* _Given entries_:

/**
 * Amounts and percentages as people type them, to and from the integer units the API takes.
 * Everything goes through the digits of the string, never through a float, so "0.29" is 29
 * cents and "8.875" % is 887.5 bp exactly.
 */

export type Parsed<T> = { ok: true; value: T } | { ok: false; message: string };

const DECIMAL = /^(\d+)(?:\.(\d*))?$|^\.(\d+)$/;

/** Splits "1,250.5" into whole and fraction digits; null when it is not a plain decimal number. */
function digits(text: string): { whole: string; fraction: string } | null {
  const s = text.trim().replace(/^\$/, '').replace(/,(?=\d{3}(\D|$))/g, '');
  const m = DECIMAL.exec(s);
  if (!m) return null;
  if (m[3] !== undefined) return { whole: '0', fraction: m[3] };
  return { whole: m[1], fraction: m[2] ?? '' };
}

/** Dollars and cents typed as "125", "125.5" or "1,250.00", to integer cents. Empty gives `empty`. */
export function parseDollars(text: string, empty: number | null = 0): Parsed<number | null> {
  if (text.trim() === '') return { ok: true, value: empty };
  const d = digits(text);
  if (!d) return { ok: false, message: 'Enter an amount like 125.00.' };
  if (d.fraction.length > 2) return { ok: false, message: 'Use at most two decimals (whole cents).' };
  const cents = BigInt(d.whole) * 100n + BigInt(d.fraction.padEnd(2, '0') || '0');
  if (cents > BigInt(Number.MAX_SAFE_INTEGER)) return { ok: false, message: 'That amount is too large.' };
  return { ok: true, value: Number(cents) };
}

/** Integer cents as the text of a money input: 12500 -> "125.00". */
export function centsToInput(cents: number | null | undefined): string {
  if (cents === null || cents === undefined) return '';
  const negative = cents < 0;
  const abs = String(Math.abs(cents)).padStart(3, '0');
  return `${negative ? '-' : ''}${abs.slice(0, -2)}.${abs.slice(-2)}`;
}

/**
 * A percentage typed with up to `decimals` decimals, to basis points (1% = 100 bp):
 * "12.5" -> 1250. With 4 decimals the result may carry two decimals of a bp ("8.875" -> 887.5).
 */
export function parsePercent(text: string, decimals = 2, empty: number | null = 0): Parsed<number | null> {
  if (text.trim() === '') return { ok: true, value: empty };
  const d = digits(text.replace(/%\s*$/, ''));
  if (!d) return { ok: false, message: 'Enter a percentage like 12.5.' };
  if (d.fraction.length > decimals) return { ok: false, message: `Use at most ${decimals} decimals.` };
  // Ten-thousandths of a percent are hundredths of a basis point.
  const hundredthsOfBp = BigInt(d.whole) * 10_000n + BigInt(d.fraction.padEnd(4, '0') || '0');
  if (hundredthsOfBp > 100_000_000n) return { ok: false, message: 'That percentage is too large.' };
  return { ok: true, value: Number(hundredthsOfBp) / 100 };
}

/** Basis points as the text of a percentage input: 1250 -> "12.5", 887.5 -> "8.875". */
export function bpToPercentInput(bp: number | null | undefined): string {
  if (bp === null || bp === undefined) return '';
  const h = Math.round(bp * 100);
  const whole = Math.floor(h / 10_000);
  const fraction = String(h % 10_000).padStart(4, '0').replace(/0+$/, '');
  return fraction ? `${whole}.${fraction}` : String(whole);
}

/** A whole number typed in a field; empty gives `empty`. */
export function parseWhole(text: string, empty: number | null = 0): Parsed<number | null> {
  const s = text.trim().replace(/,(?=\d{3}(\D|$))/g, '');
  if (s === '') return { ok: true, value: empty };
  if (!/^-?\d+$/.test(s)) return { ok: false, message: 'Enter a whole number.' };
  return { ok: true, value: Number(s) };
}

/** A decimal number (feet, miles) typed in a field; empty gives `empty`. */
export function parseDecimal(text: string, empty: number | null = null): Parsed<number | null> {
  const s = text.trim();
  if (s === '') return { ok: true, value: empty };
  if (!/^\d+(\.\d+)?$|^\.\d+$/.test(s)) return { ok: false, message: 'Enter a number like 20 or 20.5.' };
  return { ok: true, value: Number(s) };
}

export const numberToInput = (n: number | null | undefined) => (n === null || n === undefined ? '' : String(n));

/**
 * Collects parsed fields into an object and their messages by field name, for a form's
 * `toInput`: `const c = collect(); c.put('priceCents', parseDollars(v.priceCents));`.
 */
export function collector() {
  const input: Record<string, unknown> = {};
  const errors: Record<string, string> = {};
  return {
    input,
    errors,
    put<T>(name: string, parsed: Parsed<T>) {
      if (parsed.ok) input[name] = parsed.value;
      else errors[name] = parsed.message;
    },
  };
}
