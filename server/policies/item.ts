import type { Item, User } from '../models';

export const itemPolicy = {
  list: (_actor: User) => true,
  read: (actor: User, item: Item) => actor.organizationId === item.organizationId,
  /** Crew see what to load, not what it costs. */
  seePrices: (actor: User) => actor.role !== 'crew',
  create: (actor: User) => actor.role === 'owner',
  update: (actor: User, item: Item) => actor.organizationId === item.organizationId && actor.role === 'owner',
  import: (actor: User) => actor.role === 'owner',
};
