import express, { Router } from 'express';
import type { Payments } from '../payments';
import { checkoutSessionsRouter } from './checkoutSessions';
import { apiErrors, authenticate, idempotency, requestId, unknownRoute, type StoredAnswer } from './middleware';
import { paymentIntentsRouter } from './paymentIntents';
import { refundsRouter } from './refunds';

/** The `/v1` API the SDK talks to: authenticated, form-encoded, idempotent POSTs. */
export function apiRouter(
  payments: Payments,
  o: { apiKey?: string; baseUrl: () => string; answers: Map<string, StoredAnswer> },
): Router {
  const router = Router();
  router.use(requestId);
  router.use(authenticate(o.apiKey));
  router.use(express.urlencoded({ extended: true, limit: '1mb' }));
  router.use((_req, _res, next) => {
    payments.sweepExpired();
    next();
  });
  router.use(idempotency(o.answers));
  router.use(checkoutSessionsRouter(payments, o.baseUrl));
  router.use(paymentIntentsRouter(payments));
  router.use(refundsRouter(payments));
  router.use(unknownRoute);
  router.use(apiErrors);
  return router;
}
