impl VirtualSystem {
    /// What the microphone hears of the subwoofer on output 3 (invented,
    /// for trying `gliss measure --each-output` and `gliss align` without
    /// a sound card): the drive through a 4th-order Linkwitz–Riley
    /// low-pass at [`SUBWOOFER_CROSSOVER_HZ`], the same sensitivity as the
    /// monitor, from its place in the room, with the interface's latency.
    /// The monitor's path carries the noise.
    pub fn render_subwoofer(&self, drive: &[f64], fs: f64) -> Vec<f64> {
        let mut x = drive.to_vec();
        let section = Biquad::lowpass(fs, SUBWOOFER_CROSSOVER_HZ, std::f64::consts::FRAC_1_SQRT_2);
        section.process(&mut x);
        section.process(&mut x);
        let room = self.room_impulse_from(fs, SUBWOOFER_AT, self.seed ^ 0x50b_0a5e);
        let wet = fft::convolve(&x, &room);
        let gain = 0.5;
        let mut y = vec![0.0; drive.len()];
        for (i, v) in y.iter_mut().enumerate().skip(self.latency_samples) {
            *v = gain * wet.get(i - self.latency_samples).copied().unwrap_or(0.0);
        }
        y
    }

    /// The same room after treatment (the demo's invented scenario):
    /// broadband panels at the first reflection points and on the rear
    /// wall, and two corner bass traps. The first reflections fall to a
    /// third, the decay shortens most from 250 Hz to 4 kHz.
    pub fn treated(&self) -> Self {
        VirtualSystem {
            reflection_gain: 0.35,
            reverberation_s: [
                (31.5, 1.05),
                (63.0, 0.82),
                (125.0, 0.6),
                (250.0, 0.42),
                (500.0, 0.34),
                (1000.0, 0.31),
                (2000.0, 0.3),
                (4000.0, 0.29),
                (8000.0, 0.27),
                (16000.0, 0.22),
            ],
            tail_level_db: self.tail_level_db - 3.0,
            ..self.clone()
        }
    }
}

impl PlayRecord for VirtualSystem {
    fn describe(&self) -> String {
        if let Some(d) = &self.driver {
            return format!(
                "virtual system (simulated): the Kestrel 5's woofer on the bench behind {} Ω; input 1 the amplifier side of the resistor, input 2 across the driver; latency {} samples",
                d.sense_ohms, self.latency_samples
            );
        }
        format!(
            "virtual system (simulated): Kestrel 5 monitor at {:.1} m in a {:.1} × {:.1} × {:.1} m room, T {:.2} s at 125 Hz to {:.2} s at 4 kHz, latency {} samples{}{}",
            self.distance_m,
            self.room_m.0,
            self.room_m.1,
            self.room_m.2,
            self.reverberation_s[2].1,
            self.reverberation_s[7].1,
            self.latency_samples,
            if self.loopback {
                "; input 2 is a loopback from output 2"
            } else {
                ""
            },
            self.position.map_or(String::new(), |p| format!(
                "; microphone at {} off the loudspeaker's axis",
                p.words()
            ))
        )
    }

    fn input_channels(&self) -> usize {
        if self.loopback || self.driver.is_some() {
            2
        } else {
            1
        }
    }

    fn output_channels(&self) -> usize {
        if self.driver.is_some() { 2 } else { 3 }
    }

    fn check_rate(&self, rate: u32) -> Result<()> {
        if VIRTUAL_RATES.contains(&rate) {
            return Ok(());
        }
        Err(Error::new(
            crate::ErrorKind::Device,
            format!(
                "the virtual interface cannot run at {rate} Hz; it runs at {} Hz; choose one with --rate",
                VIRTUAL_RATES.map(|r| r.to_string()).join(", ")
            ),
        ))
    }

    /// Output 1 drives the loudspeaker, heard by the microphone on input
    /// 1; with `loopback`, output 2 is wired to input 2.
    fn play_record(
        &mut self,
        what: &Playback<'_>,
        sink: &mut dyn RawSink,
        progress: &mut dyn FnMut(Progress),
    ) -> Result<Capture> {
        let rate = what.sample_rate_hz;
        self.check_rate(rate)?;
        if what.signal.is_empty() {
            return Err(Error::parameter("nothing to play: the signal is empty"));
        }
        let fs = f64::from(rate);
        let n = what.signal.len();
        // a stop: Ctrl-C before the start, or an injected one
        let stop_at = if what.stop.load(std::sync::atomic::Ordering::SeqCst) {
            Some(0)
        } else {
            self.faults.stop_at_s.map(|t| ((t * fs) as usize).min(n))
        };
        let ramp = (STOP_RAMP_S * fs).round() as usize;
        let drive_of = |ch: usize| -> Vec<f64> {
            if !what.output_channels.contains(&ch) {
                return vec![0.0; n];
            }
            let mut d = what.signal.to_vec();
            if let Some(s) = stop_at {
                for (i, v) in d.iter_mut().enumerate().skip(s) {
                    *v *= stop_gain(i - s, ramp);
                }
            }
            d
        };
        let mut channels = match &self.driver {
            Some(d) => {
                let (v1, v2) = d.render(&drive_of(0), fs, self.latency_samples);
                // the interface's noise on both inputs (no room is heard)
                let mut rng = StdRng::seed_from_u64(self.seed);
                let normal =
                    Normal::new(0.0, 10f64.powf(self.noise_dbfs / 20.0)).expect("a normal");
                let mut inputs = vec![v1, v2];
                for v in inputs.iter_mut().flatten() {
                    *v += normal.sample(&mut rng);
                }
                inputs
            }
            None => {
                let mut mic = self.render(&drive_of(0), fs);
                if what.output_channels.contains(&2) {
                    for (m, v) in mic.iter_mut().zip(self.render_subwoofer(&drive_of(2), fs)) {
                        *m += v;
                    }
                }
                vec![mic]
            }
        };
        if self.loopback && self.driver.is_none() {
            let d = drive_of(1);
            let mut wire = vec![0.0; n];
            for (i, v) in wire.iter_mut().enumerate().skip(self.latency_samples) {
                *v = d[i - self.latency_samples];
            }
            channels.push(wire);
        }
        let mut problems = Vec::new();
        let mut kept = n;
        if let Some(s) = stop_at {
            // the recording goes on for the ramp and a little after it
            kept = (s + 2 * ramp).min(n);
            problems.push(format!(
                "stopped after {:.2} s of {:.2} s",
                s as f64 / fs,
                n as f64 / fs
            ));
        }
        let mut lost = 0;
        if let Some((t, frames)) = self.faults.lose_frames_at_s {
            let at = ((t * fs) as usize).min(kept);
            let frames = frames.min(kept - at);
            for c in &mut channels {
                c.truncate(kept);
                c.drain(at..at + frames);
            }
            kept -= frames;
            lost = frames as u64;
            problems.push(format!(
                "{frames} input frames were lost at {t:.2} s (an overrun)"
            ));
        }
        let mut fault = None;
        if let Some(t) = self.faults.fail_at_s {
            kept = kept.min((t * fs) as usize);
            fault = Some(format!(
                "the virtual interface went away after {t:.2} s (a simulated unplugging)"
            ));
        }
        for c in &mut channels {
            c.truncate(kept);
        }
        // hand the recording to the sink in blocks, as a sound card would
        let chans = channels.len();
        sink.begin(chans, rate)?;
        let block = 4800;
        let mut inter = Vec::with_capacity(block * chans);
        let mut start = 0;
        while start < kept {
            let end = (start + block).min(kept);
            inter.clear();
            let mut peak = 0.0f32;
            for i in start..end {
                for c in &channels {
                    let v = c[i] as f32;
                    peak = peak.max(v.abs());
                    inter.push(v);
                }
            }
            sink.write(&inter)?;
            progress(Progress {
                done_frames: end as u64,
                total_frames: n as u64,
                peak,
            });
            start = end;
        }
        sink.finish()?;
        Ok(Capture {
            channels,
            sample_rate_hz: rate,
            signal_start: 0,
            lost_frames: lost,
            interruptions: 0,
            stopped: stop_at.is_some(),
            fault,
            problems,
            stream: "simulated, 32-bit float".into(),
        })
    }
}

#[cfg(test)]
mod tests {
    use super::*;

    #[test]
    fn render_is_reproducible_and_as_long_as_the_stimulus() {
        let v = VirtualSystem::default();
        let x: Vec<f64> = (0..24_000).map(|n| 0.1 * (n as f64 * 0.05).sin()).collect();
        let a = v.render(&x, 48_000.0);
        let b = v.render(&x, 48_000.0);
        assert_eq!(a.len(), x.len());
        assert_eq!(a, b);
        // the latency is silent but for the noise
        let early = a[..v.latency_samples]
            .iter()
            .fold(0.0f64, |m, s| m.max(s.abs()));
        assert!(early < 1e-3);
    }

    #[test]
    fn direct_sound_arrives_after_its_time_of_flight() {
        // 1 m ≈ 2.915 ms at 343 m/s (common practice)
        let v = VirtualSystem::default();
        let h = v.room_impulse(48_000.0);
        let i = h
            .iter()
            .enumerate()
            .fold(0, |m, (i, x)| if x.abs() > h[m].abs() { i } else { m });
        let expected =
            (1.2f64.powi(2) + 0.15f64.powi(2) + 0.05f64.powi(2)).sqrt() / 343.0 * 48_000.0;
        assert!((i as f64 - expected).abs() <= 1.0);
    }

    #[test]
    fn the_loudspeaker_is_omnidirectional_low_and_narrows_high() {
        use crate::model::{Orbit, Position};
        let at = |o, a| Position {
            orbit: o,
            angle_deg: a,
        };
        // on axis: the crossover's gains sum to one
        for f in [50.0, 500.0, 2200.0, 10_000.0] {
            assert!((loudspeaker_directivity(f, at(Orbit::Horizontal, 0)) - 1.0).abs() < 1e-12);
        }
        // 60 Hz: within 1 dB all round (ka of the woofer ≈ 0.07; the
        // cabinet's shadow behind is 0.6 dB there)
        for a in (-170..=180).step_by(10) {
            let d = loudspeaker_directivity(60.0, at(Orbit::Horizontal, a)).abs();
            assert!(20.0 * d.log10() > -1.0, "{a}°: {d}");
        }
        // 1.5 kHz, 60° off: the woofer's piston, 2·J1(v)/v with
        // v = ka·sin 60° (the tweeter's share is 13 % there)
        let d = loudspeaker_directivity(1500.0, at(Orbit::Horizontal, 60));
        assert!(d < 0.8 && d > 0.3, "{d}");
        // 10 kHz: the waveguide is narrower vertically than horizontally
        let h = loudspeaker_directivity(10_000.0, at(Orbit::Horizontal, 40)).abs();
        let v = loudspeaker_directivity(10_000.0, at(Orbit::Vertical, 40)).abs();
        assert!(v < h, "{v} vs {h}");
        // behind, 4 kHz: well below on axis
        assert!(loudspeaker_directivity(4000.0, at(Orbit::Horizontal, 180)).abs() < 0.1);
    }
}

* _What to do_:
Nothing but the lines from the first line of the data through the line with "if (d.fraction.length > 2)" should be returned, exactly as they appear, both ends included.

* _The completed task_:
/**
 * Amounts and percentages as people type them, to and from the integer units the API takes.
 * Everything goes through the digits of the string, never through a float, so "0.29" is 29
 * cents and "8.875" % is 887.5 bp exactly.
 */

export type Parsed<T> = { ok: true; value: T } | { ok: false; message: string };

const DECIMAL = /^(\d+)(?:\.(\d*))?$|^\.(\d+)$/;

/** Splits "1,250.5" into whole and fraction digits; null when it is not a plain decimal number. */
function digits(text: string): { whole: string; fraction: string } | null {
  const s = text.trim().replace(/^\$/, '').replace(/,(?=\d{3}(\D|$))/g, '');
  const m = DECIMAL.exec(s);
  if (!m) return null;
  if (m[3] !== undefined) return { whole: '0', fraction: m[3] };
  return { whole: m[1], fraction: m[2] ?? '' };
}

/** Dollars and cents typed as "125", "125.5" or "1,250.00", to integer cents. Empty gives `empty`. */
export function parseDollars(text: string, empty: number | null = 0): Parsed<number | null> {
  if (text.trim() === '') return { ok: true, value: empty };
  const d = digits(text);
  if (!d) return { ok: false, message: 'Enter an amount like 125.00.' };
  if (d.fraction.length > 2) return { ok: false, message: 'Use at most two decimals (whole cents).' };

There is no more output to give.